View larger version (48K): [in this window] [in a new window]   FIGURE 4. Mature (day 6/CD40L) DC expressing EGFP via adenovirus transduction localize in lymph nodes following i.d. injection. Left, EGFP expression of DC immediately before injection and EGFP expression in draining lymph node cells 36 h after injection of 5.2 x 106 DC, showing the region (R1) used to identify injected DC in lymph nodes. Right, CD83 vs CD86 profile of draining lymph node cells and injected EGFP+ DC that localized to lymph nodes. The area delineated by perpendicular lines identifies CD83+CD86+ lymph node DC. Numbers represent the mean ± SEM of triplicate samples, describing injected EGFP+CD83+CD86+ DC in draining lymph nodes as a percentage of total lymph node DC. The proportion of injected cells recovered from the draining lymph node was 0.09 ± 0.01%. SSC, side scatter.

View larger version (90K): [in this window] [in a new window]   FIGURE 5. Biolistic delivery of EGFP gene-coated particles leads to acute epidermal inflammation and transfection of cells. Skin was biopsied 36 h after gene gun application. a, Hematoxylin and eosin staining, showing acute inflammation of the epidermis. Original magnification, x100. b, Fluorescence and differential interference contrast image of skin. An EGFP-transfected cell with intracellular bead (arrow) is present in the superficial dermis. Original magnification, x200.

The above experiments indicated that mature Ag-stimulated monkey DC could efficiently traffic to lymph nodes after i.d. injection, as was predicted from our in vitro chemotaxis assays. We next wanted to directly compare the migration of immature and mature DC in vivo. We elected to switch labeling techniques from the adenovirus system to eliminate any potential for inadvertent maturation of immature DC before injection.
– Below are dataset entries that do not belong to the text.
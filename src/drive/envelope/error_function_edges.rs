//! (erf((u + L/2)/w) - erf((u - L/2)/w))/2 with u = t - c, L between the points of half height, w = rise_10_90/(2 erfinv 0.8);
//! cut at c on both sides, so that the pulse lasts 2 c.
//!
//! Area: with G(x) = exp(-x^2)/sqrt(pi) - x erfc(x), the integral of erf from 0 to x is x + G(x) - 1/sqrt(pi)
//! (M. Abramowitz and I. A. Stegun, Handbook of Mathematical Functions (1964), 7.2), so the area is
//! min(L, 2 c) + w (G((c + L/2)/w) - G(abs(c - L/2)/w)). A lifted value is a plain difference:
//! it is off by about 1e-16 of peak/(peak - pedestal), also where it is near 0.

use std::sync::Arc;

use super::lift::refuse_flat;
use super::parameters::positive;
use super::{Curve, Edge, Parameters, Pieces, ShapeFault};
use crate::units::RAD_PER_TURN;

/// The inverse error function at 0.8 (mpmath, 40 digits).
const ERFINV_0_8: f64 = 0.906_193_802_436_823_2;

#[derive(Debug)]
struct ErrorFunctionEdges {
    half_s: f64,
    w_s: f64,
    cut_s: f64,
    /// What is taken off: the value at the cut where the edge is lifted, else 0.
    pedestal: f64,
    /// What the rest is divided by: peak - pedestal where the edge is lifted, else 1.
    lifted: f64,
}

/// Reads `length`, `rise_10_90`, `cut_at` and `edge`.
pub(super) fn build(parameters: &Parameters) -> Result<Arc<dyn Curve>, ShapeFault> {
    let half_s = 0.5 * parameters.length()?;
    let w_s = positive("rise_10_90", parameters.rise_10_90_s)? / (2.0 * ERFINV_0_8);
    let cut_s = parameters.cut_at()?;
    let mut curve = ErrorFunctionEdges { half_s, w_s, cut_s, pedestal: 0.0, lifted: 1.0 };
    if parameters.edge()? == Edge::Lift {
        let (peak, pedestal) = (curve.plain(0.0), curve.plain(cut_s));
        refuse_flat(peak - pedestal, peak)?;
        curve.pedestal = pedestal;
        curve.lifted = peak - pedestal;
    }
    Ok(Arc::new(curve))
}

/// exp(-x^2)/sqrt(pi) - x erfc(x): the integral of erfc from x on.
fn tail(x: f64) -> f64 {
    (-x * x).exp() / (0.5 * RAD_PER_TURN).sqrt() - x * libm::erfc(x)
}

impl ErrorFunctionEdges {
    /// The curve before it is lifted, `u_s` from its centre; far out by erfc, where two erf would cancel.
    fn plain(&self, u_s: f64) -> f64 {
        let inner = (u_s.abs() - self.half_s) / self.w_s;
        let outer = (u_s.abs() + self.half_s) / self.w_s;
        if inner > 0.0 {
            0.5 * (libm::erfc(inner) - libm::erfc(outer))
        } else {
            0.5 * (libm::erf(outer) - libm::erf(inner))
        }
    }
}

impl Curve for ErrorFunctionEdges {
    fn at(&self, t_s: f64) -> f64 {
        (self.plain(t_s - self.cut_s) - self.pedestal) / self.lifted
    }

    fn slope(&self, t_s: f64) -> f64 {
        let u_s = t_s - self.cut_s;
        let (outer, inner) = ((u_s + self.half_s) / self.w_s, (u_s - self.half_s) / self.w_s);
        ((-outer * outer).exp() - (-inner * inner).exp()) / (0.5 * RAD_PER_TURN).sqrt() / self.w_s / self.lifted
    }

    fn length_s(&self) -> f64 {
        2.0 * self.cut_s
    }

    fn area_s(&self) -> f64 {
        let corner = tail((self.cut_s + self.half_s) / self.w_s) - tail((self.cut_s - self.half_s).abs() / self.w_s);
        let plain = 2.0 * self.half_s.min(self.cut_s) + self.w_s * corner;
        (plain - self.length_s() * self.pedestal) / self.lifted
    }

    /// L; for a lifted curve, whose peak is 1, L over the peak that the curve had before.
    fn uncut_area_s(&self) -> f64 {
        2.0 * self.half_s / (self.plain(0.0) / self.largest())
    }

    fn largest(&self) -> f64 {
        (self.plain(0.0) - self.pedestal) / self.lifted
    }

    fn pieces(&self) -> Pieces {
        Pieces::Smooth { kinks_s: Arc::from([]) }
    }
}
We therefore used an inert lipophilic membrane dye to label cells as in our previous studies (12). In separate experiments, DiD-labeled immature and mature DC were injected i.d. into the inguinal region of donor monkeys, and the draining inguinal lymph nodes were excised 36 h later and analyzed by flow cytometry. Labeled DC were stained for expression of CD83 and CD86 immediately before injection to confirm the maturation state of cells. Immature cultured DC were CD83^-CD86⁺, as expected by our previous analyses (Fig. 6). In contrast, mature cultured DC were CD83⁺ CD86^bright, expressing significantly higher levels of CD86 than immature DC (Fig. 6). Following injection, DiD⁺ cells were identified in the draining lymph node of animals receiving both immature and mature DC (Fig. 6). No DiD⁺ cells could be identified in control axillary lymph nodes (data not shown). The DiD⁺ cells constituted 1% of total lymph node DC regardless of the in vitro maturation state (Fig. 6). The proportion of injected cells that were identified in the lymph node at 36 h ranged from 0.07 to 0.12% over five experiments.
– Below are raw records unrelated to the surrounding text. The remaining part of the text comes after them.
#!/usr/bin/env python3
"""Exact 3j, 6j and Clebsch-Gordan coefficients by SymPy, for the tests of src/model/angular_momentum.rs.

Writes angular_momentum.json beside itself: kind, arguments (doubled, so that halves are whole), value at 40 digits.
"""
import json
import pathlib
import random

from sympy import Rational, N
from sympy.physics.wigner import clebsch_gordan, wigner_3j, wigner_6j

random.seed(71)
half = lambda n: Rational(n, 2)
cases = []


def put(kind, doubled, value):
    cases.append({"kind": kind, "doubled": doubled, "value": str(N(value, 40)) if value != 0 else "0"})


def third(a, b):
    return random.choice(range(abs(a - b), a + b + 1, 2))


def projection(j):
    return random.choice(range(-j, j + 1, 2))


for largest, count in ((6, 60), (20, 50), (100, 40)):
    done = 0
    while done < count:
        j1, j2 = random.randint(0, largest), random.randint(0, largest)
        j3 = third(j1, j2)
        m1, m2 = projection(j1), projection(j2)
        if j3 > largest or abs(m1 + m2) > j3:
            continue
        put("3j", [j1, j2, j3, m1, m2, -m1 - m2], wigner_3j(*map(half, (j1, j2, j3, m1, m2, -m1 - m2))))
        put("cg", [j1, m1, j2, m2, j3, m1 + m2], clebsch_gordan(*map(half, (j1, j2, j3, m1, m2, m1 + m2))))
        done += 1
    done = 0
    while done < count:
        a, b, d, e = (random.randint(0, largest) for _ in range(4))
        c = third(a, b)
        if (d + e + c) % 2 or not abs(d - e) <= c <= d + e or c > largest:
            continue
        fs = [f for f in range(max(abs(a - e), abs(d - b)), min(a + e, d + b, largest) + 1) if (a + e + f) % 2 == 0 and (d + b + f) % 2 == 0]
        if not fs:
            continue
        f = random.choice(fs)
        put("6j", [a, b, c, d, e, f], wigner_6j(*map(half, (a, b, c, d, e, f))))
        done += 1
# the largest cancellations: all sizes 50, small projections
for m1, m2 in ((0, 0), (2, 4), (-2, 50), (10, -6)):
    put("3j", [100, 100, 100, m1, m2, -m1 - m2], wigner_3j(*map(half, (100, 100, 100, m1, m2, -m1 - m2))))
for j in (40, 80, 100):
    put("6j", [j] * 6, wigner_6j(*[half(j)] * 6))
place = pathlib.Path(__file__).with_name("angular_momentum.json")
place.write_text("[\n" + ",\n".join(json.dumps(case) for case in cases) + "\n]\n")
print(len(cases), "cases")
View larger version (38K): [in this window] [in a new window]   FIGURE 6. Immature and mature monkey DC traffic to lymph nodes with similar efficiency. Immature (day 4) or mature (day7/CD40L) DC were labeled with DiD and injected i.d. in the inguinal region of donor monkeys. Immature (2.7 x 106) and mature (3.7 x 106) DiD labeled DC were administered to different animals. Draining inguinal lymph nodes were biopsied 36 h later, and cell suspensions were stained with mAb to CD83 and CD86. One and a half million lymph node cells were acquired in triplicate by flow cytometry. Left, Representative staining of cultured DC with DiD. Right, CD83 vs CD86 expression of labeled DC immediately before injection (top), total draining lymph node cells (middle), and DiD+ cells in draining lymph nodes (bottom). Perpendicular lines delineate CD83+CD86+ lymph node DC. Numbers represent the mean ± SEM of triplicate samples, describing injected DC in draining lymph nodes as a percentage of total lymph node DC. The proportions of injected immature and mature DC recovered from the draining lymph node were 0.12 ± 0.01 and 0.11 ± 0.01%, respectively. Results are representative of two experiments for each cell type. SSC, side scatter.
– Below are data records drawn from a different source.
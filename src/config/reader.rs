//! What every section reader uses: keys of a block, named numbers compiled on demand, values with their dimension checked, names
//! with a near guess. Mistakes are collected, never thrown, so that one pass finds them all.

use std::collections::{HashMap, HashSet};
use std::path::PathBuf;

use super::expression::{self, Expression};
use super::messages::{Fault, Mistake, MOST_KEPT};
use super::place::{Place, Sources};
use super::tape::{Entry as TapeEntry, Formula, One, Register, Tape, Two};
use super::tree::{Entry, Kind, Node};
use crate::units::{self, Dim};

/// A value of the config: the register that holds it, and where it stands.
#[derive(Debug, Clone, Copy, PartialEq)]
pub struct Quantity {
    /// Register of the tape, in SI (angles in turns, energies in Hz).
    pub register: Register,
    /// Where it stands.
    pub place: Place,
}

/// A complex entry of a matrix.
#[derive(Debug, Clone, Copy, PartialEq)]
pub struct ComplexQuantity {
    /// Real part.
    pub re: Register,
    /// Imaginary part, if any was written.
    pub im: Option<Register>,
    /// Where it stands.
    pub place: Place,
}

/// A formula of the final quantities of a run and of named numbers.
#[derive(Debug, Clone)]
pub struct Derived {
    /// The formula; outer registers from [`FIRST_FINAL`] down are the `finals`.
    pub formula: Formula,
    /// The final quantities it reads, by name, and where.
    pub finals: Vec<(String, Place)>,
    /// Its dimension.
    pub dim: Dim,
}

/// The outer register that stands for the first final quantity of a [`Derived`] formula; the others follow downwards.
pub const FIRST_FINAL: Register = Register::MAX;

impl Derived {
    /// Its value in SI; `values` are the registers of the tape, `finals` the quantities it reads, in their order.
    pub fn value(&self, values: &[f64], finals: &[f64]) -> f64 {
        self.formula.value(|outer| {
            let k = (FIRST_FINAL - outer) as usize;
            finals.get(k).copied().unwrap_or_else(|| values[outer as usize])
        })
    }
}

/// A named number.
#[derive(Debug, Clone)]
pub struct NamedNumber {
    /// Its name.
    pub name: String,
    /// Where the name stands.
    pub place: Place,
    /// Register that holds its value.
    pub register: Register,
    /// Its dimension.
    pub dim: Dim,
}

/// What is known of a value before it has one.
#[derive(Debug, Clone, Copy)]
struct Known {
    re: Register,
    im: Option<Register>,
    dim: Dim,
    /// Made of the Hz family: angles are already counted in turns.
    cyclic: bool,
    /// Contains pi as a factor.
    pi: bool,
    /// A voltage that does not say peak, rms or peak_to_peak.
    bare_volts: bool,
    /// A ratio of powers in dB.
    power_ratio: bool,
    /// The number, written without a unit, that this plain value comes from.
    unitless: Option<usize>,
    /// Its value, where no named number enters.
    constant: Option<f64>,
}

#[derive(Debug, Clone, Copy)]
enum State {
    Waiting,
    Active,
    Done(Option<Known>),
}

struct Number {
    name: String,
    key: Place,
    value: Node,
    parsed: Option<Expression>,
    state: State,
    used: bool,
}

/// Where the energy of a level comes from, read when first asked for.
#[derive(Debug, Clone)]
pub enum LevelSource {
    /// An entry of `levels:` or of the diagonal of a matrix; bare numbers get the unit.
    Written(Node, Option<EnergyUnit>),
    /// Rung n of a ladder: n first + n (n - 1)/2 bend.
    Rung(usize),
    /// A plain value in Hz, from a binary file.
    Value(f64, Place),
    /// Level n of a system that `model` builds.
    Built(usize),
}

/// The unit that bare entries of a matrix get: a factor to Hz.
pub type EnergyUnit = f64;

struct Level {
    name: String,
    source: LevelSource,
    energy: Option<Option<Register>>,
    active: bool,
}

/// The bottom two values of a ladder.
#[derive(Debug, Clone, Default)]
pub struct Rungs {
    /// First gap.
    pub first: Option<Node>,
    /// Second gap minus first.
    pub bend: Option<Node>,
}

/// The state of one reading.
pub struct Reader {
    /// Files read so far.
    pub sources: Sources,
    /// Mistakes found so far.
    pub mistakes: Vec<Mistake>,
    /// Arithmetic so far.
    pub tape: Tape,
    /// Folder of the config, where the files it names lie.
    pub folder: PathBuf,
    /// Where a result folder keeps its inputs, if it is one that is read.
    pub archive: Option<PathBuf>,
    /// Defaults used: path of keys, value.
    pub defaults: Vec<(String, String)>,
    /// Whether only the system is wanted: a sequence and a start may then be left out.
    pub system_alone: bool,
    /// Levels that the file names somewhere, in the order met.
    pub named_levels: Vec<usize>,
    /// Levels of which the energies are recorded.
    pub recorded_levels: Vec<usize>,
    /// Whether nothing but levels of the static system is recorded, and nothing happens to it.
    pub levels_alone: bool,
    /// Parts of the system with the names of their levels; none where it has no parts.
    pub parts: Vec<(String, Vec<String>)>,
    /// Whether the working basis is the one as built.
    pub as_built: bool,
    /// Whether the system could be read, so that its operators are known.
    pub system_read: bool,
    /// Registers whose value shaped the reading itself: counts of levels and repeats.
    pub structural: Vec<Register>,
    numbers: Vec<Number>,
    by_name: HashMap<String, usize>,
    stack: Vec<usize>,
    levels: Vec<Level>,
    rungs: Rungs,
    rung_registers: Option<[Option<Register>; 2]>,
    reported_unitless: HashSet<usize>,
    millihertz: Vec<(Place, String)>,
    kilohertz: bool,
    /// While a derived formula is compiled: names in it that are no numbers, and so final quantities.
    finals: Option<Vec<(String, Place)>>,
}

/// What is being read: where its text stands and what it may contain.
struct Scope {
    place: Place,
    exact: bool,
    complex: bool,
    formula: Option<Tape>,
    /// What the formula is one of, where that is not the time.
    variable: Option<(String, Dim)>,
}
From our in vitro data we know that immature DC do not migrate in response to constitutive lymphoid chemokines MIP3ß and 6Ckine, yet the in vivo trafficking results clearly indicate migration of these cells to lymph nodes in significant numbers. One explanation for this difference is that upon injection the immature DC undergo spontaneous maturation. To evaluate this possibility we compared expression of CD86 on immature DC before injection with these cells following trafficking to lymph nodes. CD86 up-regulation is a valid marker of maturation, as we have shown in experiments in vitro (Fig. 2). The mean fluorescence intensity of CD86 on immature DC that localized to lymph nodes was 3.6-fold higher than that of immature DC before injection, suggestive of in vivo maturation (Fig. 7). Surprisingly, CD86 expression on mature DC that had localized in lymph nodes was, on the average, 3.9 times lower than that of the same cells before injection. As a result, expression of CD86 on DC that localized to lymph nodes was essentially the same regardless of the maturation state at the time of injection (Fig. 7).

View larger version (17K): [in this window] [in a new window]   FIGURE 7. CD86 expression is up-regulated on immature DC and down-regulated on mature DC following trafficking to lymph nodes. The mean fluorescence intensity (MFI) of CD86 expression by cultured DC and DC that localized to lymph nodes following i.d. injection is shown. Symbols represent the mean ± SEM of CD86 expression from two experiments for immature DC and three experiments for mature DC. Cells were labeled with DiD (immature and mature DC) or were transduced with Ad-EGFP (mature DC only) to track cells. Error bars are obscured by symbols for immature DC. *, Significantly different in Student’s t test, p = 0.02.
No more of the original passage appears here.